La Ampuyenta is a farming village to the center of the island of Fuerteventura; the village, which has about 200 inhabitants, is part of the municipality of Puerto del Rosario. The resort includes a few cultural attractions such as St. Peter of Alcantara chapel, one of the most beautiful chapels of the island, or the doctor’s house Mena.
La Ampuyenta is located in the middle of a fertile plain enough that crosses the road FV-20 main road of the island’s center, connecting Puerto del Rosario to Antigua. La Ampuyenta is 16 km from Puerto del Rosario, soon after Casillas del Ángel, and 5 km from Antigua.
The Chapel of St. Peter of Alcantara was built in the seventeenth century, founded in 1681 by Don Pedro Medina and his wife Doña Agustina de Bethencourt.
La Ermita de San Pedro de Alcántara is surrounded by a solid wall of protection, or Barbican, painted white. The chapel is a building with a single nave; the front is opened by a portal with round arch surmounted by an oculus. The high bell tower in gray stone, is arranged laterally on the Gospel wall, and not above the portal.
The interior of St. Peter’s chapel contains a rich collection of paintings, both murals that easel paintings; most are allegorical paintings of the life of San Pedro de Alcántara (1499-1562), Franciscan monk canonized in 1669 by Pope Clement IX. The murals date from the second half of the eighteenth century (1760) and are the work of an anonymous painter who probably also worked to Betancuria and La Oliva. The mural near the altar uses the technique of trompe l’oeil painting where meddle, architecture and sculpture, with rococo elements; it is considered one of the largest of the Canary Islands for the quality of the art and was nicknamed the St.
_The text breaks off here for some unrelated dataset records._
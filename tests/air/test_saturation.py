"""Saturation and latent heats against IAPWS and other people's tables."""

import numpy as np
import pytest
from hypothesis import given
from hypothesis import strategies as st

from orolift.air import phase
from orolift.air.lambert import lower_lambert
from orolift.air.saturation import (
    dew_point,
    frost_point,
    ice_share,
    latent_heat,
    latent_heat_of_fusion,
    latent_heat_of_sublimation,
    latent_heat_of_vaporisation,
    saturation_mixing_ratio,
    saturation_vapour_pressure,
    saturation_vapour_pressure_over_ice,
    saturation_vapour_pressure_over_liquid,
)
from orolift.constants import EPSILON, R_VAPOUR
from orolift.errors import OutOfRangeError

ZERO_C = 273.15

# temperature [K], pressure [Pa], relative tolerance
LIQUID = [
    pytest.param(273.16, 611.657, 1e-12, id="triple point, IAPWS R14-08(2011) section 4"),
    pytest.param(273.15, 611.213, 2e-5, id="0 C, Murphy and Koop 2005 table C1"),
    # constant heat capacities: 0.08 % low at 300 K, so 0.15 %
    pytest.param(300.0, 3536.58941, 1.5e-3, id="300 K, IAPWS-IF97 table 35"),
    pytest.param(293.15, 2339.2, 1.5e-3, id="20 C, ASHRAE Fundamentals chapter 1 table 3"),
    pytest.param(313.15, 7384.4, 1.5e-3, id="40 C, ASHRAE Fundamentals chapter 1 table 3"),
    # supercooled: sources differ among themselves by 0.5 % to -40 C
    pytest.param(243.15, 50.9356, 5e-3, id="-30 C, Murphy and Koop 2005 eq. 10"),
    pytest.param(240.0, 37.667, 5e-3, id="240 K, Murphy and Koop 2005 table C1"),
]
ICE = [
    pytest.param(273.16, 611.657, 1e-12, id="triple point, IAPWS R14-08(2011) section 4"),
    pytest.param(273.15, 611.154, 2e-5, id="0 C, Murphy and Koop 2005 table C1"),
    pytest.param(263.15, 259.87, 3e-3, id="-10 C, ASHRAE Fundamentals chapter 1 table 3"),
    pytest.param(253.15, 103.24, 3e-3, id="-20 C, ASHRAE Fundamentals chapter 1 table 3"),
    pytest.param(240.0, 27.272, 3e-3, id="240 K, Murphy and Koop 2005 table C1"),
    pytest.param(230.0, 8.94735, 3e-3, id="230 K, IAPWS R14-08(2011) check table"),
]
# Celsius, kJ per kg: IAPWS-95, evaluated with CoolProp 8.0.0
VAPORISATION = [(0.01, 2500.91), (10.0, 2477.19), (20.0, 2453.52), (30.0, 2429.81), (40.0, 2405.98)]


@pytest.mark.parametrize(("temperature", "expected", "rtol"), LIQUID)
def test_pressure_over_liquid_is_the_published_one(temperature, expected, rtol):
    """Agrees with tables that their authors made from measurements."""
    np.testing.assert_allclose(saturation_vapour_pressure_over_liquid(temperature), expected, rtol=rtol)


@pytest.mark.parametrize(("temperature", "expected", "rtol"), ICE)
def test_pressure_over_ice_is_the_published_one(temperature, expected, rtol):
    """Agrees with tables that their authors made from measurements."""
    np.testing.assert_allclose(saturation_vapour_pressure_over_ice(temperature), expected, rtol=rtol)


def test_pressures_follow_iapws():
    """Within 0.15 % over liquid (0 to 40 C) and 0.3 % over ice (0 to -40 C) of the library iapws."""
    from iapws._iapws import _Sublimation_Pressure
    from iapws.iapws97 import _PSat_T

    warm = np.arange(273.16, 313.2, 1.0)
    cold = np.arange(233.15, 273.15, 1.0)
    steam = [_PSat_T(t) * 1e6 for t in warm]
    frost = [_Sublimation_Pressure(t) * 1e6 for t in cold]
    np.testing.assert_allclose(saturation_vapour_pressure_over_liquid(warm), steam, rtol=1.5e-3)
    np.testing.assert_allclose(saturation_vapour_pressure_over_ice(cold), frost, rtol=3e-3)


@pytest.mark.parametrize(("celsius", "kilojoule"), VAPORISATION)
def test_heat_of_vaporisation_follows_iapws(celsius, kilojoule):
    """Within 0.25 % (the measured heat capacity of vapour rises with temperature, ours is constant)."""
    np.testing.assert_allclose(latent_heat_of_vaporisation(celsius + ZERO_C), kilojoule * 1e3, rtol=2.5e-3)


def test_heats_of_phase_change_add_up():
    """Melting and evaporating costs what sublimating costs; 333.5 kJ per kg at the triple point (IAPWS R10-06)."""
    t = np.linspace(200.0, 300.0, 11)
    np.testing.assert_allclose(
        latent_heat_of_vaporisation(t) + latent_heat_of_fusion(t), latent_heat_of_sublimation(t), rtol=1e-14
    )
    np.testing.assert_allclose(latent_heat_of_fusion(273.16), 333.5e3, rtol=1e-4)


@pytest.mark.parametrize("freezing", [True, False])
def test_clausius_and_clapeyron_hold(freezing):
    """The slope of ln e by finite difference is L / (Rv T^2), through the ramp too.

    1e-8: rounding of a central difference over 4 mK; the nodes avoid the two
    temperatures where the slope of L jumps.
    """
    t, h = np.arange(220.37, 310.0, 0.5), 2e-3
    rise = np.log(saturation_vapour_pressure(t + h, freezing=freezing))
    rise = rise - np.log(saturation_vapour_pressure(t - h, freezing=freezing))
    np.testing.assert_allclose(R_VAPOUR * t**2 * rise / (2 * h), latent_heat(t, freezing=freezing), rtol=1e-8)


def test_slope_of_latent_heat_is_its_derivative():
    """The third number of the fast kernel is dL/dT, by finite difference; 1e-5 of the heat of fusion per kelvin."""
    t, h = np.arange(220.37, 310.0, 0.5), 1e-3
    _, _, slope = phase.condensate(np.log(t / 273.16), t / 273.16, freezing=True)
    difference = (latent_heat(t + h) - latent_heat(t - h)) / (2 * h)
    np.testing.assert_allclose(R_VAPOUR * slope * np.ones_like(t), difference, atol=5.0)


def test_mixed_phase_joins_liquid_and_ice_without_a_step():
    """Liquid above the triple point, ice below -20 C, and neither e nor L jumps at the joints."""
    warm, cold = np.array([273.16, 290.0]), np.array([253.15, 230.0])
    np.testing.assert_allclose(saturation_vapour_pressure(warm), saturation_vapour_pressure_over_liquid(warm))
    np.testing.assert_allclose(saturation_vapour_pressure(cold), saturation_vapour_pressure_over_ice(cold))
    for joint in (253.15, 273.16):
        below, above = joint - 1e-9, joint + 1e-9
        np.testing.assert_allclose(latent_heat(below), latent_heat(above), rtol=1e-9)


def test_ice_share_runs_from_none_to_all():
    """0 from the triple point up, 1 from -20 C down, falling between."""
    np.testing.assert_array_equal(ice_share([300.0, 273.16, 253.15, 200.0]), [0.0, 0.0, 1.0, 1.0])
    between = ice_share(np.linspace(253.15, 273.16, 50))
    assert np.all(np.diff(between) < 0.0)


def test_heat_of_fusion_over_the_ramp_is_the_full_one():
    """What the condensate releases on cooling from 0 to -20 C is the heat of fusion and no more.

    The enthalpy of the condensate at the ends is that of liquid and of ice,
    so its change is c_liquid times 20.01 K plus the heat of fusion at -20 C.
    """
    top, bottom = 273.16, 253.15
    vapour = 1879.0 * (top - bottom)
    change = vapour - (latent_heat(top) - latent_heat(bottom))
    np.testing.assert_allclose(change, 4119.0 * (top - bottom) + latent_heat_of_fusion(bottom), rtol=1e-12)


def test_entropy_rises_with_temperature():
    """One temperature for one entropy: moist air at 500 hPa with up to 40 g of water per kg has no second branch."""
    from orolift.air.parcel import Parcel, entropy

    t = np.linspace(230.0, 276.0, 4601)
    v = saturation_mixing_ratio(5e4, t)
    assert np.all(np.diff(entropy(Parcel(np.array(5e4), t, v, 0.04 - v))) > 0.0)


def test_mixing_ratio_is_that_of_ideal_gases():
    """Definition of the mixing ratio (WMO-No. 8, annex 4.A) from the pressure tested above."""
    e = saturation_vapour_pressure_over_liquid(288.15)
    np.testing.assert_allclose(saturation_mixing_ratio(9e4, 288.15), EPSILON * e / (9e4 - e), rtol=1e-14)


@given(st.floats(150.0, 330.0))
def test_dew_and_frost_point_invert_saturation(temperature):
    """There and back to rounding: 1e-12."""
    np.testing.assert_allclose(dew_point(saturation_vapour_pressure_over_liquid(temperature)), temperature, rtol=1e-12)
    np.testing.assert_allclose(frost_point(saturation_vapour_pressure_over_ice(temperature)), temperature, rtol=1e-12)


def test_lower_lambert_is_scipys():
    """The lower branch of scipy.special.lambertw where its argument is not below the smallest float."""
    from scipy.special import lambertw

    y = -np.array([1.1, 1.3, 1.7, 2.5, 5.0, 20.0, 100.0, 700.0])
    np.testing.assert_allclose(lower_lambert(y), lambertw(-np.exp(y), -1).real, rtol=1e-14)


@pytest.mark.parametrize(
    "function",
    [
        latent_heat_of_vaporisation,
        latent_heat_of_fusion,
        latent_heat_of_sublimation,
        saturation_vapour_pressure_over_liquid,
        saturation_vapour_pressure_over_ice,
        saturation_vapour_pressure,
        latent_heat,
        ice_share,
    ],
)
@pytest.mark.parametrize("wrong", [20.0, float("nan"), 341.0])
def test_temperatures_out_of_range_are_refused(function, wrong):
    """Celsius, missing values and heat beyond the range are named with place and count."""
    with pytest.raises(OutOfRangeError, match=r"temperature: 1 of 2 values lie outside 120 to 340 K .*index \(1,\)"):
        function([280.0, wrong])


def test_boiling_and_dry_air_are_refused():
    """A pressure in hPa gives a hint; air without vapour has no dew point."""
    with pytest.raises(OutOfRangeError, match=r"water boils.*multiply hectopascal by 100"):
        saturation_mixing_ratio(900.0, 288.15)
    with pytest.raises(OutOfRangeError, match="without any vapour has no dew point"):
        dew_point(0.0)
    with pytest.raises(OutOfRangeError, match="without any vapour has no dew point"):
        frost_point([100.0, 0.0])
Peter chapel the "Sistine Chapel of the Canary Islands." The chapel also houses many paintings and canvas paintings, polychrome wooden altarpiece, statues and a wooden pulpit of the eighteenth century.
St. Peter of Alcantara is celebrated on 19 October in La Ampuyenta.
Visit the chapel:
La Ermita de San Pedro de Alcántara is located on the esplanade at the Top of La Ampuyenta just behind the hospital of Dr. Mena.
Hours: in principle Tuesday to Saturday, 10 am to 18 pm, but unfortunately the chapel is rarely open. It is more likely to find the open chapel before Mass 17 am Saturday.
The house-museum of Dr. Mena is a representative example of a mansion from the mid-nineteenth century. This is the house of Dr. Tomás Mena y Mesa (1802-1868), a native of Buen Lugar near La Ampuyenta, the most famous son of the region.
After strong humanistic studies in the diocesan seminary of the Canary Islands Gran Canaria, he went to Havana (Cuba) in 1821, called his brother the priest Conrado Mena y Mesa in influential ecclesiastical position in this city. There he joined the University of Havana and received his doctorate in medicine, specializing in surgery. In 1831, he moved to Paris where he studied for six years at the Sorbonne University to obtain his doctorate in tropical medicine. In 1837 he returned to Havana where he acquired great fame as a physician caring for diseases such as cholera, yellow fever and other tropical diseases. He travels around the United States to update their knowledge and lecturing. In 1846, at the height of his fame, the University of Cadiz named him an honorary member of the faculty. In 1847 he returned to his native island where his mother still lives in La Ampuyenta. There practiced medicine without payment and studying the flora of the Canary Islands; he became the personal physician of Los Coroneles which at that time occupied the positions of power in the island. He died on July 10, 1868 in Santa Cruz de Tenerife where it rests in the cemetery.
In 1999 the Chapter of Fuerteventura acquires the house from the heirs of Dr. Mena into a museum that traces the life of this famous character. The house-museum of Dr. Mena is a house of two levels shaped “U” with a courtyard inside the walls. The tour through the different rooms to understanding what life was affluent Canaries in the mid nineteenth century in the island of Fuerteventura pretty miserable; one is even surprised by the luxury of this villa, curtains, tapestries, tableware of La Cartuja in Seville, large vases and furniture reported from Havana. Before the house a bust of Dr. Mena awaits visitors.
The house of Dr. Mena is normally open from Tuesday to Sunday, 9 am to 17 pm 30 30; free entry. It is currently closed.
The hospital in La Ampuyenta
When crossing La Ampuyenta by VF-20 we see white and red buildings road with the date 1891 inscribed on the pediment. This is the hospital project awarded with funds bequeathed by Dr. Mena who wanted this hospital bore the name “Hospital de Caridad San Conrado y San Gaspar” in tribute and gratitude to his brother and grandfather wore these names. Unfortunately these buildings never served to hospital because of conflicts with various authorities and rivalries with hospitals of Puerto de Cabras.